So, you raise the issue of organizations in your book. You talk a little bit about the importance of culture. I’m reminded of the, the Simon and Garfunkel song years ago, like the man ain’t got no culture or whatever <laugh> 

How do researchers measure that and link it to sort of concrete outputs? And can you provide an example?

John List:

Yeah, that’s a good question. So, culture is one of those words, like creativity or critical thinking, right? So, you have to make a stand on what it means upfront, and, you know, with critical thinking, I’ve written a paper on critical thinking and what it means. On creativity, I’ve also worked a bit on that. And, and in each case you have to say, here’s what I mean by creativity or critical thinking. So, with culture, what I mean is on the one hand, people are happy at work and people are getting the most out of themselves and the teams that they’re working in, and the culture promotes that kind of productivity. Okay. So, when I think of culture in the book, I talk about cultures that I see working in some cultures that I see not working. So, the running example in that chapter is about Brazilian fishing villages.

So, in one case you have the Kabuchu villages, and these are villages where you have groups of workers all jumping into a boat and going out on the ocean with really heavy nets. And they have to fish as a team. And what they bring in to the boat and bring back to shore is split amongst the team. Now juxtaposed to that village is a village that’s just inland, and they have a lake that they fish on. And in this village, you have a bunch of soloists. And these soloists all have their own boat. They go out in the lake, they fish. What they catch, they bring back and they take it to their family. If they have extra, they sell it in the market themselves and they take the profits. What we find in doing research along things like cooperation or community or public goods provision, is that in that Kabuchu village, there’s a lot of community spirit. There’s a lot of public goods. In the soloist village, it doesn’t look so much so. 

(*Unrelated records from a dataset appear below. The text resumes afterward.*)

//! Bit rot: random flips over the flash of a device that ran for days. Entries lost per flip, and
//! none accepted that is not the one that was written.
#![expect(
    clippy::cast_possible_truncation,
    clippy::cast_precision_loss,
    clippy::cast_sign_loss,
    reason = "counts of entries and flips are small and positive"
)]

use crate::bench::{Bench, held_as, op};
use std::fmt::Write as _;
use strake::sim::nor::Nor;
use strake_core::journal::{Entry, Item, SectorReader};

const SECTOR: usize = 4096;
/// Flips per bit, and how many images are spoiled at that rate.
const RATES: [(f64, u32); 5] = [(1e-6, 400), (1e-5, 200), (1e-4, 60), (1e-3, 20), (1e-2, 10)];

/// Readable entries per sector of the image.
fn entries(image: &[u8]) -> Vec<Vec<Entry>> {
    image
        .chunks(SECTOR)
        .map(|bytes| {
            let Ok(reader) = SectorReader::new(bytes) else { return Vec::new() };
            reader
                .filter_map(|item| match item {
                    Item::Entry(entry) => Some(entry),
                    Item::State { .. } | Item::Damage(_) => None,
                })
                .collect()
        })
        .collect()
}

/// Accepted entries that are not those that were written, in order.
fn wrong(accepted: &[Entry], written: &[Entry]) -> u64 {
    let mut rest = written.iter();
    let mut wrong = 0;
    for entry in accepted {
        let before = rest.clone();
        if !rest.any(|one| one == entry) {
            rest = before;
            wrong += 1;
        }
    }
    wrong
}

struct Random(u64);

impl Random {
    /// xorshift64 (Marsaglia, Journal of Statistical Software 8 (2003) 14).
    fn next(&mut self) -> u64 {
        self.0 ^= self.0 << 13;
        self.0 ^= self.0 >> 7;
        self.0 ^= self.0 << 17;
        self.0
    }

    /// Bits until the next flip at this rate.
    fn gap(&mut self, rate: f64) -> usize {
        let share = (self.next() >> 11) as f64 / (1_u64 << 53) as f64;
        ((1.0 - share).ln() / (1.0 - rate).ln()) as usize
    }
}

#[derive(Default)]
struct Rot {
    flips: u64,
    lost: u64,
    wrong: u64,
}

fn rot(image: &[u8], written: &[Vec<Entry>], rate: f64, images: u32) -> Rot {
    let mut random = Random(0x9E37_79B9 + u64::from(images));
    let mut rot = Rot::default();
    for _ in 0..images {
        let mut spoiled = image.to_vec();
        let mut at = random.gap(rate);
        while at < spoiled.len() * 8 {
            spoiled[at / 8] ^= 1 << (at % 8);
            rot.flips += 1;
            at += 1 + random.gap(rate);
        }
        for (accepted, written) in entries(&spoiled).iter().zip(written) {
            let false_ones = wrong(accepted, written);
            rot.wrong += false_ones;
            rot.lost += written.len() as u64 + false_ones - accepted.len() as u64;
        }
    }
    rot
}

fn table<const WORD: usize>(out: &mut String)
where
    Nor<WORD>: crate::bench::Medium,
{
    let mut bench = Bench::new(Nor::<WORD>::new(8), 200);
    (0..6_000).for_each(|index| bench.run(op(index)).unwrap());
    bench.flush().unwrap();
    let image = bench.journal.flash().image();
    let written = entries(&image);
    let count: usize = written.iter().map(Vec::len).sum();
    let page = count as f64 / (image.len() / 256) as f64;
    writeln!(out, "W = {WORD}: {count} entries in 8 sectors, {page:.1} in a page").unwrap();
    for (rate, images) in RATES {
        let rot = rot(&image, &written, rate, images);
        let per_flip = rot.lost as f64 / rot.flips.max(1) as f64;
        let share = rot.lost as f64 / (count as f64 * f64::from(images));
        writeln!(
            out,
            "  {rate:7.0e} per bit: {:6} flips, {:6} entries lost, {per_flip:6.2} per flip, \
             {:6.2} % of all, {} accepted wrong",
            rot.flips,
            rot.lost,
            100.0 * share,
            rot.wrong
        )
        .unwrap();
        assert_eq!(rot.wrong, 0, "{out}");
        assert!(rot.flips > 50, "{out}");
        // A flip costs the rest of its page; one in 104 bytes of 4,096 a whole sector, through the
        // header.
        let whole_sector = count as f64 / 8.0 * 104.0 / 4096.0;
        assert!(per_flip <= page + whole_sector, "{out}");
    }
}

#[test]
fn flips_cost_their_page_and_invent_nothing() {
    let mut out = String::new();
    table::<4>(&mut out);
    table::<1>(&mut out);
    println!("{out}");
    held_as("rot.txt", &out);
}

/// A control: where the checks are mended after the flips, wrong entries are seen.
#[test]
fn the_count_sees_wrong_entries() {
    let fault = |detail| Entry::ClockFix { tick_ms: detail, utc_s: detail };
    let written = [fault(1), fault(2), fault(3)];
    assert_eq!(wrong(&[fault(1), fault(3)], &written), 0);
    assert_eq!(wrong(&[fault(1), fault(4), fault(3)], &written), 1);
    assert_eq!(wrong(&[fault(2), fault(1)], &written), 1);
}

So, my point is from the very beginning, an organization should think hard about creating an environment that is like the Kabchu villages. I call it, build your own Kabuchu okay. So, what do you mean by that? What I mean by that is from the very beginning, when you’re hiring people, there can be subtle changes in your job advertisements that lead to pretty big changes in who applies for the job and what wages they receive. So, for example, in some experiments we ran, we put people into two groups and we put out a job ad. And in one of the job ads, one group received that wages are negotiable. In the other job ad, it was identical to the first one, but we left that sentence out of the job ad.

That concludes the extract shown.